Lower Genital Tract Clinic, Obstetrics Division, Department of Gynecology, Hospital de Clínicas "José de San Martín", University Hospital of Buenos Aires, Buenos Aires, Argentina.

Abstract

Objectives. To study the prevalence of high-grade cervical intraepithelial neoplasia (CIN 2-3) during pregnancy and compare the rates of persistence, progression and regression of CIN 2-3 by colposcopically guided biopsy during pregnancy with respect to the postpartum period. Also to assess biopsy results during pregnancy and postpartum in relation to histopathology after treatment of lesions. 
Population. Pregnant women with a histological diagnosis of CIN 2-3 confirmed by colposcopically guided biopsy during pregnancy. 
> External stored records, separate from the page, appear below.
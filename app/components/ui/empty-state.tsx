/** Says what would be here and what to do first. */
export function EmptyState({ title, children, action }: { title: string; children: React.ReactNode; action?: React.ReactNode }) {
  return (
    <div className="px-6 py-10 text-center">
      <p className="font-serif text-[18px]">{title}</p>
      <p className="mx-auto mt-1 max-w-prose text-ink-2">{children}</p>
      {action ? <div className="mt-4">{action}</div> : null}
    </div>
  );
}
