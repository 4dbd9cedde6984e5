import { z } from "zod";
import { optionalText, requestIdField, requiredText } from "#app/features/form-fields.server.ts";

export const spectrumForm = z.discriminatedUnion("intent", [
  z.object({
    intent: z.literal("add"),
    requestId: requestIdField<"spectrum">(),
    file: z.instanceof(File, { error: "Choose the file of the spectrum first." }),
    xUnit: z.enum(["nm", "um", "1/cm"], { error: "Choose what the first column counts." }),
    yUnit: z.enum(["absorbance", "transmittance", "reflectance", "arbitrary"], { error: "Choose what was measured." }),
    note: optionalText(500),
  }),
  z.object({
    intent: z.literal("withdraw"),
    sequence: z.coerce.number().int().min(1).max(1_000_000),
    reason: requiredText(500, "Say why it does not belong to this stone."),
  }),
], { error: "This form is not known here. Open the page anew." });
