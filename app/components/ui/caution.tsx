import type { ReactNode } from "react";

/** A caution beside the work it is about: what can be harmed, and that local rules and licensed practice come first. */
export function Caution({ children, className = "" }: { children: ReactNode; className?: string }) {
  return (
    <div role="note" className={`rounded-r-md border-l-[3px] border-straw-mark bg-straw-bg px-3 py-2 text-sm text-straw print:border print:border-l-[3px] ${className}`}>
      {children}
    </div>
  );
}
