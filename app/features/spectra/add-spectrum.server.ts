import { createHash } from "node:crypto";
import { and, eq, sql } from "drizzle-orm";
import { inTransaction } from "#app/db/in-transaction.server.ts";
import { spectra, stones } from "#app/db/schema/index.ts";
import { AppError } from "#app/domain/app-error.ts";
import type { SpectrumId, StoneId } from "#app/domain/ids.ts";
import { recordAudit } from "#app/features/audit/record-audit.server.ts";
import type { LabContext } from "#app/features/lab-context.ts";
import { requireRole } from "#app/features/require-role.ts";
import { stoneUnderExamination } from "#app/features/stones/stone-under-examination.server.ts";
import type { AssumedUnits, MeasuredSpectrum } from "#app/gemmology/spectrum/measured-spectrum.ts";
import { readSpectrumFile } from "#app/gemmology/spectrum/read-spectrum-file.ts";
import { spectrumPeaks } from "#app/gemmology/spectrum/spectrum-peaks.ts";
import { thinCurve } from "#app/gemmology/spectrum/thin-curve.ts";
import { decodeTextFile } from "./decode-text-file.ts";
import { largestSpectrumBytes, mostSpectraAStone } from "./spectrum-file-limits.ts";

export type NewSpectrum = Readonly<{ requestId: SpectrumId; stoneCode: string; bytes: Buffer; fileName: string; note: string; assumed: AssumedUnits }>;

/** As many points as a screen shows; the file itself keeps all. */
const mostCurvePoints = 800;

/**
 * Keeps a measured spectrum with its stone: the file as it came, and what is shown of it. Sent twice, it is kept once.
 * @returns its number on the stone
 * @throws AppError invalid_input for the field `file`, with the line where the file is wrong
 */
export async function addSpectrum(ctx: LabContext, { requestId, stoneCode, bytes, fileName, note, assumed }: NewSpectrum): Promise<{ sequence: number; peakCount: number }> {
  requireRole(ctx, "readings.record");
  const { laboratoryId } = ctx;
  await stoneUnderExamination(ctx, stoneCode);
  const repeat = await findByRequest(ctx, requestId, stoneCode);
  if (repeat) return repeat;

  const spectrum = readOrRefuse(bytes, assumed);
  const peaks = spectrumPeaks(spectrum);
  const { fileKey } = await ctx.services.uploads.put({ name: `${stoneCode}.txt`, mimeType: "text/plain", bytes });
  try {
    const { kept, isNew } = await inTransaction(ctx.db, async (tx) => {
      const scope = { ...ctx, db: tx };
      const stone = await stoneUnderExamination(scope, stoneCode);
      const again = await findByRequest(scope, requestId, stoneCode);
      if (again) return { kept: again, isNew: false };
      const sequence = await nextSequence(scope, stone.id);
      await tx.insert(spectra).values({
        laboratoryId,
        id: requestId,
        stoneId: stone.id,
        sequence,
        note,
        fileKey,
        fileName: plainFileName(fileName),
        sizeBytes: bytes.length,
        sha256: createHash("sha256").update(bytes).digest(),
        format: spectrum.format,
        title: spectrum.title,
        kind: spectrum.kind,
        xUnit: spectrum.xUnit,
        yUnit: spectrum.yUnit,
        isUnitAssumed: spectrum.isUnitAssumed,
        pointCount: spectrum.xs.length,
        firstX: spectrum.xs[0]!,
        lastX: spectrum.xs.at(-1)!,
        curve: thinCurve(spectrum.xs.map((x, at) => [short(x), short(spectrum.ys[at]!)] as const), mostCurvePoints),
        peaks: peaks.map((peak) => ({ ...peak, nm: short(peak.nm), widthNm: peak.widthNm && short(peak.widthNm), prominence: peak.prominence && short(peak.prominence) })),
        notes: spectrum.notes,
        requestId,
        createdAt: ctx.now,
        createdBy: ctx.actorId,
      });
      await tx.update(stones).set({ version: sql`${stones.version} + 1` }).where(and(eq(stones.laboratoryId, laboratoryId), eq(stones.id, stone.id)));
      await recordAudit(scope, { action: "spectrum.added", subject: { kind: "stone", id: stone.id }, detail: { sequence, format: spectrum.format } });
      return { kept: { sequence, peakCount: peaks.length }, isNew: true };
    });
    // The same form came twice at once, and the other one was first.
    if (!isNew) await ctx.services.uploads.remove([fileKey]).catch(() => undefined);
    return kept;
  } catch (error) {
    // The first failure is the one to tell of.
    await ctx.services.uploads.remove([fileKey]).catch(() => undefined);
    throw error;
  }
}

async function nextSequence({ db, laboratoryId }: LabContext, stoneId: StoneId): Promise<number> {
  const theirs = await db.select({ sequence: spectra.sequence, withdrawnAt: spectra.withdrawnAt }).from(spectra).where(and(eq(spectra.laboratoryId, laboratoryId), eq(spectra.stoneId, stoneId)));
  if (theirs.filter(({ withdrawnAt }) => withdrawnAt === null).length >= mostSpectraAStone) throw refused(`This stone has ${mostSpectraAStone} spectra already. Withdraw one that is not needed.`);
  if (theirs.length >= 5 * mostSpectraAStone) throw refused("Too many spectra of this stone were withdrawn: no more are taken.");
  return Math.max(0, ...theirs.map(({ sequence }) => sequence)) + 1;
}

async function findByRequest({ db, laboratoryId, actorId }: LabContext, requestId: SpectrumId, stoneCode: string) {
  const [row] = await db
    .select({ sequence: spectra.sequence, peaks: spectra.peaks, createdBy: spectra.createdBy, code: stones.code })
    .from(spectra)
    .innerJoin(stones, and(eq(stones.laboratoryId, spectra.laboratoryId), eq(stones.id, spectra.stoneId)))
    .where(and(eq(spectra.laboratoryId, laboratoryId), eq(spectra.requestId, requestId)));
  if (!row) return undefined;
  if (row.createdBy !== actorId || row.code !== stoneCode) throw new AppError("conflict", "This form was sent for another spectrum before. Open the page anew and send it again.");
  return { sequence: row.sequence, peakCount: row.peaks.length };
}

function readOrRefuse(bytes: Buffer, assumed: AssumedUnits): MeasuredSpectrum {
  if (bytes.length > largestSpectrumBytes) throw refused(`This file has ${(bytes.length / 1e6).toFixed(1)} MB; spectra of up to ${largestSpectrumBytes / 1e6} MB are taken.`);
  const result = readSpectrumFile(decodeTextFile(bytes), assumed);
  if (!result.ok) throw refused(result.problem.line === null ? result.problem.message : `Line ${result.problem.line}: ${result.problem.message}`);
  return result.spectrum;
}

function refused(message: string): AppError {
  return new AppError("invalid_input", message, { fieldErrors: { file: [message] } });
}

/** Seven digits are more than any spectrometer gives. */
const short = (value: number) => Number(value.toPrecision(7));

/** The last part of a path, without what cannot be seen. */
function plainFileName(name: string): string {
  const last = name.split(/[\\/]/).at(-1) ?? "";
  return last.normalize("NFC").replace(/\p{C}/gu, "").trim().slice(0, 160) || "spectrum";
}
Methods. Between 1989 and 2008, 11700 pregnant women had cytologic and simultaneous colposcopic examinations during pregnancy. A colposcopically guided biopsy was performed when colposcopically suspicious high-grade lesions were detected, regardless of cytological results. Women with a histopathological diagnosis of CIN 2-3 during pregnancy were re-evaluated by colposcopically guided biopsy and treated during the postpartum period. 
Results. CIN 2-3 was diagnosed in 56 of 11700 (0.48%) pregnant women by biopsy. Thirty women complying with the protocol were assessed postpartum by histopathological studies, of whom 70% exhibited persistence, 13.3% progression and 16.7% regression of CIN 2-3. Twenty-nine were diagnosed by conization and one by colposcopically guided biopsy during the postpartum period, which revealed invasive cervical carcinoma. 
Conclusions. Due to the high rates of CIN 2-3 persistence during the postpartum period, we suggest that all patients in whom CIN 2-3 was diagnosed during pregnancy are biopsied and eventually treated during the postpartum period, with at least a two-year follow-up control to prevent lesion recurrence.